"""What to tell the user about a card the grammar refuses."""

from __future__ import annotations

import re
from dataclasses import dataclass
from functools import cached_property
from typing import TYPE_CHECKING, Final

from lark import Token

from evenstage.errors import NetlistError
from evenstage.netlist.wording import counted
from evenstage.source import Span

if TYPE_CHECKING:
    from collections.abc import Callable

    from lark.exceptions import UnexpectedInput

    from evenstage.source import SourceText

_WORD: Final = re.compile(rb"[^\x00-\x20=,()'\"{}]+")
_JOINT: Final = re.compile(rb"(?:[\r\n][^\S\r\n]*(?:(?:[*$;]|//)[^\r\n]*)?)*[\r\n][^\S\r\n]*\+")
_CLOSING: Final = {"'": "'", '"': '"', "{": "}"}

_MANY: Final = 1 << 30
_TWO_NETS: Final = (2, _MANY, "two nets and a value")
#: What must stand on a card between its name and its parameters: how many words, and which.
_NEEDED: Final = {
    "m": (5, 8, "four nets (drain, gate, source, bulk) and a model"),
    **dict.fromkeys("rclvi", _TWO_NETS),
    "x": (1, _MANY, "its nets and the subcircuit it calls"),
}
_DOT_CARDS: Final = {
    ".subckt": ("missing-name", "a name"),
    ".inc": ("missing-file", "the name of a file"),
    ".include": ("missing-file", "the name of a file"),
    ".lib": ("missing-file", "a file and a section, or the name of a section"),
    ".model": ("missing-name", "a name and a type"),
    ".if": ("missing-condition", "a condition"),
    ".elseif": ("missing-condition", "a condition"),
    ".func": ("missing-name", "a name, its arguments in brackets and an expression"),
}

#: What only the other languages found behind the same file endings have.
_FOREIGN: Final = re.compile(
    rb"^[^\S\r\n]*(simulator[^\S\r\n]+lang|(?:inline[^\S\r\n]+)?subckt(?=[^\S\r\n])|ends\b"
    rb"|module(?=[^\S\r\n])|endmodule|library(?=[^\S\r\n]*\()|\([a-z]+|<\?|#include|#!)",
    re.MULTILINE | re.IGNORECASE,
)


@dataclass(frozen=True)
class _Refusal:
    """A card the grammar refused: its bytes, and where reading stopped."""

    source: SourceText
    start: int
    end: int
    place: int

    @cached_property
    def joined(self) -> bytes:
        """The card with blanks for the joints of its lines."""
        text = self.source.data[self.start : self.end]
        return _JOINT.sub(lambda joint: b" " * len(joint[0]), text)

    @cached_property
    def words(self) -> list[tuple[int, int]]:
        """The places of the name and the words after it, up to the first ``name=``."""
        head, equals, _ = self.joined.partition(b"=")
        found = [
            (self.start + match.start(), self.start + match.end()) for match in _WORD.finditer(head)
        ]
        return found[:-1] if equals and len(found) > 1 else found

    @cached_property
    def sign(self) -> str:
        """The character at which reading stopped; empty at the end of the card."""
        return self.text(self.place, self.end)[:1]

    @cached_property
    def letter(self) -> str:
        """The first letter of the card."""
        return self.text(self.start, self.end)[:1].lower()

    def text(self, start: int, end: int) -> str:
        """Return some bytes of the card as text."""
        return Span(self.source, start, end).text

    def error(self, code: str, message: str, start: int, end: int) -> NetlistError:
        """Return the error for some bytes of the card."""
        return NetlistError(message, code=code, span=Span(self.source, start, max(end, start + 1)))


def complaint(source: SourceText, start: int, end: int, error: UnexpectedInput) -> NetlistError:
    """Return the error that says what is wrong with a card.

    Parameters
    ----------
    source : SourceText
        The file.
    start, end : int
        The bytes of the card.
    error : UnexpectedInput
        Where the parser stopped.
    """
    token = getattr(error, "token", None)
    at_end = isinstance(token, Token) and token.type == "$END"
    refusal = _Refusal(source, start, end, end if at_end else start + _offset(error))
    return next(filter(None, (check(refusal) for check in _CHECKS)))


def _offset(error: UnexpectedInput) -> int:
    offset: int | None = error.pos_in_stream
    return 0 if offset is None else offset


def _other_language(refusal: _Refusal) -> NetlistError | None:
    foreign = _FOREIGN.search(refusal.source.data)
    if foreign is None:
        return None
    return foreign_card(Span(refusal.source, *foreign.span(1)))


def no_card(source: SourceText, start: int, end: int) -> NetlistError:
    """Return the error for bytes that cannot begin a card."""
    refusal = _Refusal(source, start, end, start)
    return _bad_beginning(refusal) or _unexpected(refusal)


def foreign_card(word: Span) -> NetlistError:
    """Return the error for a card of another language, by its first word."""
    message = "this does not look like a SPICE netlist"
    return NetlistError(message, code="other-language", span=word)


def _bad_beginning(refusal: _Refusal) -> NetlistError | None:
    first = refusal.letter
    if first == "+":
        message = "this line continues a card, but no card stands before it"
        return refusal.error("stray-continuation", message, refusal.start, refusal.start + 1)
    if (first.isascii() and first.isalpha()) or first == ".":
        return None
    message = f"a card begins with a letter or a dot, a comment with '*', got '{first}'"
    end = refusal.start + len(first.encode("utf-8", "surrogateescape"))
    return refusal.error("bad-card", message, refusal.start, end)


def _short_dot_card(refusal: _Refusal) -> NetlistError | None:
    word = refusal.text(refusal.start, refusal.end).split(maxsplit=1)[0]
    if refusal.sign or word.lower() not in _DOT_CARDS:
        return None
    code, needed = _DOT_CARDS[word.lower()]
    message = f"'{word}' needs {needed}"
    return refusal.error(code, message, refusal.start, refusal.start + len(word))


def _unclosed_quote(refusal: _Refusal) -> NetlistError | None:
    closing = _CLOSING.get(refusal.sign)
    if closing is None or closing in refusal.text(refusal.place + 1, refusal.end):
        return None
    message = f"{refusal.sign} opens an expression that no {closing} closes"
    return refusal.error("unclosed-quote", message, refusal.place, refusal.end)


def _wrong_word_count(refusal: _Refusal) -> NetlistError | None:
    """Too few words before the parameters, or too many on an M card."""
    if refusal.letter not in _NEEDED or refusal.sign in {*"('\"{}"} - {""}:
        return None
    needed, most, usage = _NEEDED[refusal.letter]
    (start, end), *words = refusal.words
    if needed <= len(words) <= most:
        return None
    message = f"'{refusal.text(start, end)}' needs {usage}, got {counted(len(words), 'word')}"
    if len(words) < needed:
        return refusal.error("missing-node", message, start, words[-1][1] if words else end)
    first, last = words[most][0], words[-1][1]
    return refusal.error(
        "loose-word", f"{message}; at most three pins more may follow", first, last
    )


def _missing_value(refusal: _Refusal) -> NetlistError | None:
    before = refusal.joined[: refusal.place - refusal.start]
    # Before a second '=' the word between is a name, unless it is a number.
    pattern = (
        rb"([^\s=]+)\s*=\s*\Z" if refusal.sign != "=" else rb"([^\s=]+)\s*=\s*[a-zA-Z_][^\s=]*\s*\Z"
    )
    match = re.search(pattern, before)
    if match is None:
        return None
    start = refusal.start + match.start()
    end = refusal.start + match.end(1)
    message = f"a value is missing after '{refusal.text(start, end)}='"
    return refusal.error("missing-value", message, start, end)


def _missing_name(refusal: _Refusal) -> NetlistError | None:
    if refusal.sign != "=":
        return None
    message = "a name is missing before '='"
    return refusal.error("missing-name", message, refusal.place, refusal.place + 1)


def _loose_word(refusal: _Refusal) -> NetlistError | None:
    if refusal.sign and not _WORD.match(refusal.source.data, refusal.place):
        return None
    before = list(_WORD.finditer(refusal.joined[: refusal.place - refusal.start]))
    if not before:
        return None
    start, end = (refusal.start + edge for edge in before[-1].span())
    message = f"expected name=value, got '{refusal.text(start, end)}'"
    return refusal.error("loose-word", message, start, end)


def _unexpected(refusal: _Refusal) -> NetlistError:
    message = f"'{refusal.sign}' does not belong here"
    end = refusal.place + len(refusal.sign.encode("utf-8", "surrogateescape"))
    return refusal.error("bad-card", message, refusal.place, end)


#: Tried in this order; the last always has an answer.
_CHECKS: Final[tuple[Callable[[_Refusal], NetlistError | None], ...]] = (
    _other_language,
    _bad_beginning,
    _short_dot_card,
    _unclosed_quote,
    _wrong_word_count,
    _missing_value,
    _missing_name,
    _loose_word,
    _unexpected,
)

- - - - - - -

§ **WORK TASK**
How many lines of the records contain "after"? Answer with the number only.

§ **FINISHED EXERCISE**
2